=== Begin Enclosure ===

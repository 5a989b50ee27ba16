"""Editing everything the layout file holds in the terminal UI: title and frequency,
observation points, lines and areas, limits; the places panel of the Field view.

Driven through the real app and the Pilot at 80x24. The expected figures come from
``field_summary`` on the layout read back from the saved file (the call ``trayadvisor
field`` makes), and the expected refusals from ``layout_problems``, not from the UI.
"""

from __future__ import annotations

from dataclasses import replace
from pathlib import Path

from textual.widgets import Input, OptionList
from tuihelpers import SIZE, settle, text_of, type_into

from trayadvisor.analysis import field_summary
from trayadvisor.layoutfile import layout_problems, read_layout
from trayadvisor.limits import LIBRARY, all_limits, by_id
from trayadvisor.model import Limit, ObservationArea
from trayadvisor.tui import make_app
from trayadvisor.tui.screens.field import FieldScreen
from trayadvisor.tui.screens.placeforms import AreaForm, LayoutForm, LimitForm, PlacePicker
from trayadvisor.tui.screens.placemenu import PlacesMenu

#: An area over the demo's quiet room, clear of every conductor (mm).
LAB = ObservationArea("lab", -300.0, 700.0, 1000.0, 1800.0)


async def _menu_row(app, pilot, option_id: str) -> None:
    """Open the places menu (p) and press Enter on the row ``option_id``."""
    await pilot.press("p")
    await pilot.pause()
    menu = app.screen
    assert isinstance(menu, PlacesMenu)
    rows = menu.query_one("#place-rows", OptionList)
    ids = [rows.get_option_at_index(i).id for i in range(rows.option_count)]
    await pilot.press("home", *["down"] * ids.index(option_id), "enter")
    await pilot.pause()


async def _fill_area(app, pilot, area: ObservationArea) -> None:
    assert isinstance(app.screen, AreaForm)
    await type_into(pilot, app, "#name", area.name)
    for wid, v in (("x0", area.x0_mm), ("y0", area.y0_mm), ("x1", area.x1_mm),
                   ("y1", area.y1_mm)):
        await type_into(pilot, app, f"#{wid}", f"{v:g}")


async def test_add_an_area_through_the_menu_then_save_and_undo(demo_copy: Path) -> None:
    app = make_app(demo_copy)
    async with app.run_test(size=SIZE) as pilot:
        await settle(app, pilot)
        had = app.document.layout.areas
        assert "lab" not in {a.name for a in had}
        await _menu_row(app, pilot, "add:area")
        await _fill_area(app, pilot, LAB)
        await pilot.press("enter")
        await settle(app, pilot)
        assert isinstance(app.screen, PlacesMenu)       # back in the menu, on the new row
        await pilot.press("escape")
        assert app.document.layout.areas == (*had, LAB)
        assert app.document.undo_label == "add area lab"
        await pilot.press("ctrl+s")
        await settle(app, pilot)
        assert read_layout(demo_copy).areas == (*had, LAB)  # the numbers typed, saved
        await pilot.press("u")
        await settle(app, pilot)
        assert app.document.layout.areas == had
        assert app.document.layout == replace(read_layout(demo_copy), areas=had)


async def test_an_area_over_a_conductor_is_refused_and_the_typing_kept(
        demo_copy: Path) -> None:
    app = make_app(demo_copy)
    async with app.run_test(size=SIZE) as pilot:
        await settle(app, pilot)
        before = app.document.layout
        bad = replace(LAB, y0_mm=0.0)                    # reaches down into tray P1
        await _menu_row(app, pilot, "add:area")
        await _fill_area(app, pilot, bad)
        await pilot.press("enter")
        await settle(app, pilot)
        form = app.screen
        assert isinstance(form, AreaForm)                # still open
        want = [e.message for e in layout_problems(replace(before,
                                                           areas=(*before.areas, bad)))]
        assert len(want) == 1 and "inside the area" in want[0]
        assert text_of(app, "#form-error") == f"✖ {want[0]}"
        assert form.query_one("#name", Input).value == "lab"
        assert form.query_one("#y0", Input).value == "0"
        assert app.document.layout is before and not app.document.can_undo
        await type_into(pilot, app, "#y0", "700")        # fixed: accepted
        await pilot.press("enter")
        await settle(app, pilot)
        assert app.document.layout.areas == (*before.areas, LAB)


async def _add_limit(app, pilot, name: str, *, ut: str = "", entry: str | None = None,
                     places: tuple[str, ...] = ()) -> None:
    await _menu_row(app, pilot, "add:limit")
    form = app.screen
    assert isinstance(form, LimitForm)
    await type_into(pilot, app, "#name", name)
    if ut:
        await type_into(pilot, app, "#ut", ut)
    if entry is not None:
        form.query_one("#library", OptionList).focus()
        row = 1 + [e.id for e in LIBRARY].index(entry)
        await pilot.press("home", *["down"] * row)
        assert "immunity" in str(form.query_one("#library", OptionList)
                                 .get_option_at_index(row).prompt) \
            or by_id(entry).kind != "immunity"
    picker = form.query_one("#places", PlacePicker)
    picker.focus()
    for k, (_, place) in enumerate(picker.names):
        if place in places:
            await pilot.press("home", *["down"] * k, "space")
    form.query_one("#name", Input).focus()
    await pilot.press("enter")
    await settle(app, pilot)
    assert isinstance(app.screen, PlacesMenu), text_of(app, "#form-error")
    await pilot.press("escape")


async def test_limits_bound_to_an_area_show_the_engine_verdicts(demo_copy: Path) -> None:
    demo_copy.write_text(demo_copy.read_text(encoding="utf-8") + (
        '\n[[area]]\nname = "lab"\nx0_mm = -300.0\ny0_mm = 700.0\nx1_mm = 1000.0\n'
        'y1_mm = 1800.0\n'), encoding="utf-8")
    app = make_app(demo_copy)
    async with app.run_test(size=SIZE) as pilot:
        await settle(app, pilot)
        await _add_limit(app, pilot, "lab monitor", entry="iec-61000-4-8-level-1",
                         places=("lab",))
        await _add_limit(app, pilot, "lab ceiling", ut="1000", places=("lab", "QR-desk"))
        await pilot.press("ctrl+s")
        await settle(app, pilot)
        saved = read_layout(demo_copy)
        assert [(lim.name, lim.library, lim.value_uT, lim.places) for lim in saved.limits[-2:]] \
            == [("lab monitor", "iec-61000-4-8-level-1", None, ("lab",)),
                ("lab ceiling", None, 1000.0, ("QR-desk", "lab"))]  # layout order
        await pilot.press("2", "v")
        await settle(app, pilot)
        assert isinstance(app.screen, FieldScreen)
        shown = text_of(app, "#places").splitlines()
        cli = field_summary(saved, distance_mm=app.settings.distance_mm)
        lab = next(p for p in cli.places if p.name == "lab")
        verdicts = {q.name: q for q in lab.limits}
        assert not verdicts["lab monitor"].passes and verdicts["lab ceiling"].passes
        start = shown.index("area lab")
        block = shown[start:start + 8]
        assert f" AC max {lab.max_resultant_uT:.3g}"[:9] in block[1]
        for name, q in verdicts.items():
            k = block.index(f" {'pass' if q.passes else 'FAIL'} {name}")
            detail = block[k + 1]
            assert detail.startswith(f"   {q.kind} ·") and f"index {q.index:.3g}" in detail
            assert f"{q.margin_db:+.1f} dB" in detail
        monitor = block[block.index(" FAIL lab monitor") + 1]
        assert "immunity" in monitor and "exposure" not in monitor
        desk = shown[shown.index("point QR-desk"):]
        assert any(line.startswith(" pass lab ceiling") for line in desk)


async def test_a_library_immunity_level_is_never_called_exposure() -> None:
    app = make_app()
    async with app.run_test(size=SIZE) as pilot:
        await settle(app, pilot)
        level = by_id("iec-61000-4-8-level-2")
        app.set_settings(replace(app.settings, limit_name=level.name))
        await pilot.press("2")
        await settle(app, pilot)
        readout = text_of(app, "#readout")
        assert "immunity level (equipment)" in readout and "exposure" not in readout
        assert app.figure_for(app.chosen_limit()).kind == "immunity"
        public = by_id("icnirp-2010-public")
        app.set_settings(replace(app.settings, limit_name=public.name))
        await settle(app, pilot)
        assert "exposure limit (people)" in text_of(app, "#readout")


async def test_library_exposure_levels_use_their_own_multi_frequency_rule() -> None:
    # The demo's F2 carries 3rd, 5th and 7th harmonics: the multi-frequency sum of a library
    # exposure level is larger than the plain resultant over the same level.
    app = make_app()
    async with app.run_test(size=SIZE) as pilot:
        await settle(app, pilot)
        lay = app.document.layout
        lib = next(lim for lim in all_limits(lay) if lim.library == "icnirp-2010-public")
        app.set_settings(replace(app.settings, limit_name=lib.name))
        await settle(app, pilot)
        shown = app.figure_for(app.chosen_limit())
        d = app.settings.distance_mm
        want = field_summary(lay, distance_mm=d, limits=[lib]).limits[-1]
        plain = field_summary(lay, distance_mm=d, limits=[Limit("plain", lib.value_uT)]
                              ).limits[-1]
        assert shown.index == want.index and shown.clearance_mm == want.clearance_mm
        assert shown.index > plain.index * 1.01


async def test_title_and_frequency_are_one_undoable_edit(demo_copy: Path) -> None:
    app = make_app(demo_copy)
    async with app.run_test(size=SIZE) as pilot:
        await settle(app, pilot)
        before = app.document.layout
        await _menu_row(app, pilot, "layout:")
        assert isinstance(app.screen, LayoutForm)
        await type_into(pilot, app, "#frequency", "0")
        await pilot.press("enter")
        assert isinstance(app.screen, LayoutForm)
        assert "frequency" in text_of(app, "#form-error")
        await type_into(pilot, app, "#title", "Riser B (invented)")
        await type_into(pilot, app, "#frequency", "60")
        await type_into(pilot, app, "#earth", "-150")
        await pilot.press("enter")
        await settle(app, pilot)
        await pilot.press("escape")
        lay = app.document.layout
        assert (lay.title, lay.frequency_hz, lay.earth_y_mm) == ("Riser B (invented)", 60.0,
                                                                 -150.0)
        offered = {lim.name: lim.value_uT for lim in app.limits}
        for entry in LIBRARY:                            # library levels now at 60 Hz
            if entry.band == "ac" and entry.valid_at(60.0):
                assert offered[entry.name] == entry.value_uT(60.0)
        await pilot.press("ctrl+s")
        await settle(app, pilot)
        saved = read_layout(demo_copy)
        assert (saved.title, saved.frequency_hz, saved.earth_y_mm) == (
            "Riser B (invented)", 60.0, -150.0)
        await pilot.press("u")
        await settle(app, pilot)
        assert app.document.layout == before             # both undone in one step


async def test_a_place_named_by_a_limit_cannot_be_deleted(demo_copy: Path) -> None:
    app = make_app(demo_copy)
    async with app.run_test(size=SIZE) as pilot:
        await settle(app, pilot)
        await _add_limit(app, pilot, "desk ceiling", ut="5", places=("QR-desk",))
        await _menu_row(app, pilot, "point:QR-desk")
        await pilot.click("#delete")
        await settle(app, pilot)
        assert "named by limit 'desk ceiling'" in text_of(app, "#form-error")
        assert [p.name for p in app.document.layout.points] == ["QR-desk"]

=== End Enclosure ===

What is needed is each line from the records with the word "icnirp" in it.

        public = by_id("icnirp-2010-public")
        lib = next(lim for lim in all_limits(lay) if lim.library == "icnirp-2010-public")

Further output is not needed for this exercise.